During an April visit to Connecticut, President Bush inadvertently urged Americans to volunteer for "4,000 years" and misidentified the state's lieutenant governor. But in the official White House transcript, the president encouraged Americans to volunteer for a less ambitious "4,000 hours" and correctly stated the lieutenant governor's last name. The crowd's laughter at his "4,000 years" gaffe was not included, nor were the taunts of hecklers a day earlier in Tennessee. At a White House photo opportunity in May, Bush repeatedly bumbled the name of an American reporter for Reuters of Pakistani descent. But the transcript recorded Arshad Mohammed's name properly and didn't mention the stumbles.
These incidents highlight the challenges that White House stenographers confront in producing timely transcripts that are both accurate and readable. Employed by a private contractor, the stenographers turn around a 30-minute speech in about half an hour, quickly recording history and aiding journalists, who have grown increasingly reliant on transcripts. Rather than rushing to endless briefings, reporters can use that time to make calls and interview sources.
But what if those official transcripts don't reflect what really happened?
Stenographers, reporters and press secretaries agree that transcripts should offer a verbatim recording of the president's words. But a "verbatim" standard still invites divergent opinions over how to handle jeers and applause, false starts, mispronunciations and misidentifications. Recording every pause, every "er" and "um," can needlessly garble a transcript. Reproducing incorrect names can confuse readers and generate a historically inaccurate record. Crowd reactions can elude stenographers listening to audio feeds.
"At one level, [transcripts] are a snapshot of history, but at another level, they're simply another tool of the hardworking White House reporter," says Mike McCurry, who served as press secretary to President Bill Clinton. "It's here to help those who do record for posterity. It doesn't supplant the work of the journalist, who has to look and watch and absorb all the elements critical to covering the moment."
But even minor transcript changes or omissions frustrate reporters, who generally espouse a verbatim standard that permits cleanup of "er" and "um" but demands inclusion of false starts, malapropisms and misidentifications.
"There should be no cleanup at all," says CBS News correspondent Mark Knoller, who has covered six presidents. "The transcripts should be just that: verbatim texts of what the president said."
Four to five full-time stenographers assigned to the White House transcribe speeches and public remarks by the president as well as briefings by the press secretary and other senior administration officials. A stenographer proofreads a finished transcript, then e-mails it to White House aides. The press office releases it to reporters, and the office of media affairs posts it on the White House Web site (www.whitehouse.gov).
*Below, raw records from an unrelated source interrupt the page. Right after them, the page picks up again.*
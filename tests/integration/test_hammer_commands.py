"""``pair`` of a hammer test, and its part of a review, on a small dossier with a known fault."""

from __future__ import annotations

import csv
import html
import json
import shutil
from pathlib import Path

import pytest
from typer.testing import CliRunner

from tests.integration.tested_dossier import FLIPPED, MEASURED, write_square, write_tested
from tests.sentences import unfounded
from viewer.cli import app
from viewer.insight.pair_words import pair_sentence
from viewer.loaders import read_dossier


def run(*arguments: object):
    return CliRunner().invoke(app, [str(a) for a in arguments])


def good(*arguments: object) -> str:
    result = run(*arguments)
    assert result.exit_code == 0, result.output + str(result.exception)
    return result.stdout


@pytest.fixture(scope="module")
def kept(tmp_path_factory) -> Path:
    return write_tested(tmp_path_factory.mktemp("kept")).parent


@pytest.fixture
def dossier(kept, tmp_path) -> Path:
    """A copy that may be written to."""
    return Path(shutil.copytree(kept, tmp_path / "parts")) / "dossier.toml"


@pytest.fixture(scope="module")
def printed(kept):
    return json.loads(good("pair", kept, "hammer", "--json"))


def test_the_answer_names_pairs_and_what_seems_wrong(kept):
    out = good("pair", kept, "hammer")
    assert f"All {MEASURED} measured modes of hammer are found in channel" in out
    assert f"point {FLIPPED}, +Z: sign flipped" in out
    assert "--accept 1 writes them into the dossier" in out
    assert "phase collinearity" in out and "damping" in out


def test_design_and_test_may_be_named_in_any_order(kept):
    assert good("pair", kept, "channel", "hammer") == good("pair", kept, "hammer", "channel")


def test_every_number_of_a_sentence_is_printed_as_json(printed):
    findings = [value for value in printed.values() if isinstance(value, dict) and "sentence" in value]
    assert len(findings) == 5
    for facts in findings:
        assert not unfounded(facts["sentence"], facts), facts["sentence"]
    for facts in printed["correlation"]["pairs"]:
        assert not unfounded(pair_sentence(facts), facts), pair_sentence(facts)


def test_tables_and_extra_points_as_files(kept, tmp_path):
    pairs, points = tmp_path / "pairs.csv", tmp_path / "points.csv"
    said = good("pair", kept, "hammer", "--out", pairs, "--extra-points", points, "--extra", 3)
    rows = list(csv.DictReader(pairs.open(encoding="utf-8")))
    assert [row["analysis_mode"] for row in rows[:MEASURED]] == [str(n + 1) for n in range(MEASURED)]
    assert all(float(row["mac"]) > 0.8 for row in rows[:MEASURED])
    if points.exists():
        found = list(csv.DictReader(points.open(encoding="utf-8")))
        assert 1 <= len(found) <= 3 and {"node", "x_m", "direction", "worst_auto_mac"} <= set(found[0])
    else:
        assert "no further point would help" in said


def test_accepting_writes_it_down_and_every_output_says_so(dossier):
    out = good("pair", dossier, "hammer", "--accept", "all")
    assert f"written into {dossier}: point {FLIPPED}, +Z: sign flipped" in out
    (made,) = read_dossier(dossier).test("hammer").corrections
    assert (made.kind, made.point, made.axis) == ("flip", FLIPPED, "z")
    later = good("pair", dossier, "hammer")
    assert "caution: test hammer: readings are corrected as the dossier says" in later
    assert "contradicts the others" in later


@pytest.mark.parametrize(
    ("options", "words"),
    [
        (("hammer", "--accept", "9"), "no correction 9 is proposed"),
        (("hammer", "--accept", "one"), "does not name corrections"),
        (("hammer", "--place", "4"), "has no placement 4"),
        (("channel", "hammer", "--count", "0"), ""),
        (("hammer", "nothing"), "no design named 'nothing'"),
        (("channel", "--accept", "1"), "go with a hammer test"),
        (("channel",), "name a test: hammer"),
    ],
)
def test_what_cannot_be_is_said_in_one_line(dossier, options, words):
    before = dossier.read_text(encoding="utf-8")
    result = run("pair", dossier, *options)
    assert result.exit_code in (1, 2) and words in result.output
    assert "Traceback" not in result.output
    assert dossier.read_text(encoding="utf-8") == before


def test_an_open_placement_is_chosen_with_an_option(tmp_path):
    path = write_square(tmp_path / "square")
    refused = run("pair", path, "hammer")
    assert refused.exit_code == 1 and "8 placements that fit equally well" in refused.output
    assert "--place NUMBER" in refused.output and refused.output.count("placement = {rotation") == 8
    out = good("pair", path, "hammer", "--place", "2")
    assert f"written into {path}: placement 2 of test hammer" in out
    assert "where the dossier places them" in good("pair", path, "hammer")


def test_the_review_has_a_section_with_all_figures(kept, tmp_path):
    folder = tmp_path / "out"
    good("review", kept, "--out", folder, "--width", 320, "--count", 2, "--no-cache")
    summary = json.loads((folder / "summary.json").read_text(encoding="utf-8"))
    page = html.unescape((folder / "index.html").read_text(encoding="utf-8"))
    facts = summary["tests"]["hammer"]
    assert "Whether channel is right: test hammer" in page
    for name in ("correlation", "registration", "faults", "points", "expansion"):
        sentence = facts[name]["sentence"]
        assert sentence in page
        assert not unfounded(sentence, facts[name]), sentence
    assert len(facts["channels_listed"]) == 54
    files = summary["files"]
    assert sum(name.endswith("_beside.gif") for name in files) == MEASURED
    assert {"test-hammer_ladder.png", "test-hammer_faults.png", "test-hammer_pairs.csv"} <= set(files)
    assert page.count("an estimate:") == MEASURED, "findings of expanded shapes are marked"


def test_a_review_with_an_open_placement_says_what_to_choose(tmp_path):
    path = write_square(tmp_path / "square")
    folder = tmp_path / "out"
    good("review", path, "--out", folder, "--width", 320, "--count", 1, "--no-cache")
    page = html.unescape((folder / "index.html").read_text(encoding="utf-8"))
    assert "in 8 ways that fit equally well" in page and "--place NUMBER" in page
    assert "turned 180° about" in page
Bureaucrats pay close attention to the transcripts, which can establish White House priorities and quell agency disputes. Diplomats scrutinize them to glean signals about administration shifts on international policy. And reporters use them as a constant tool to supplement their notes or compensate for their absences from speeches and briefings.
White House reporters, while declaring respect and appreciation for the stenographers' professionalism, have noted a few discrepancies this year. Veteran reporters say the occasional lapses are not new to the Bush administration, and they also point out that transcript changes occur far more frequently in Congress, where lawmakers often revise and extend their remarks in the Congressional Record.
In a playful White House notebook column headlined "Should History Record the Unvarnished Bush?" the Washington Post's Dana Milbank described the Bridgeport, Connecticut, stumbles, the omission of hecklers in Knoxville, Tennessee, and the initial absence of Fleischer's advice to Americans.
"Last Tuesday was one for the presidential blooper reel," Milbank opined on April 16.
Milbank's colleague Al Kamen followed with a May 10 "In the Loop" column that contrasted Bush's ease of pronunciation in the official White House transcript with his stumbles over Arshad Mohammed's name in the private Federal News Service transcript. Federal News Service records major daily events in Washington and makes transcripts available to news organizations, embassies and businesses that pay for them.
These discrepancies, however, were either innocent mistakes or judgment calls, says Peggy Suntum, director of the White House Stenographers Office. She says she doesn't want reporters and the public to believe that White House stenographers are politically motivated or encouraged to sanitize transcripts. Neither, she says, is a correct assumption.
Reporters haven't charged that the White House has ordered stenographers to omit or fix the gaffes. But the corrections do raise questions. "They tell me, and I believe them, that they're not getting pressure from the White House – certainly no overt pressure," Milbank says, "but it's impossible to say what kind of subtle pressure they feel."
Suntum says stenographers simply erred in overlooking Fleischer's comment because they were trying to release the transcript quickly and didn't check the tape recording. The "4,000 years" incident and the amended reporter's name reflected a clarification decision by stenographers.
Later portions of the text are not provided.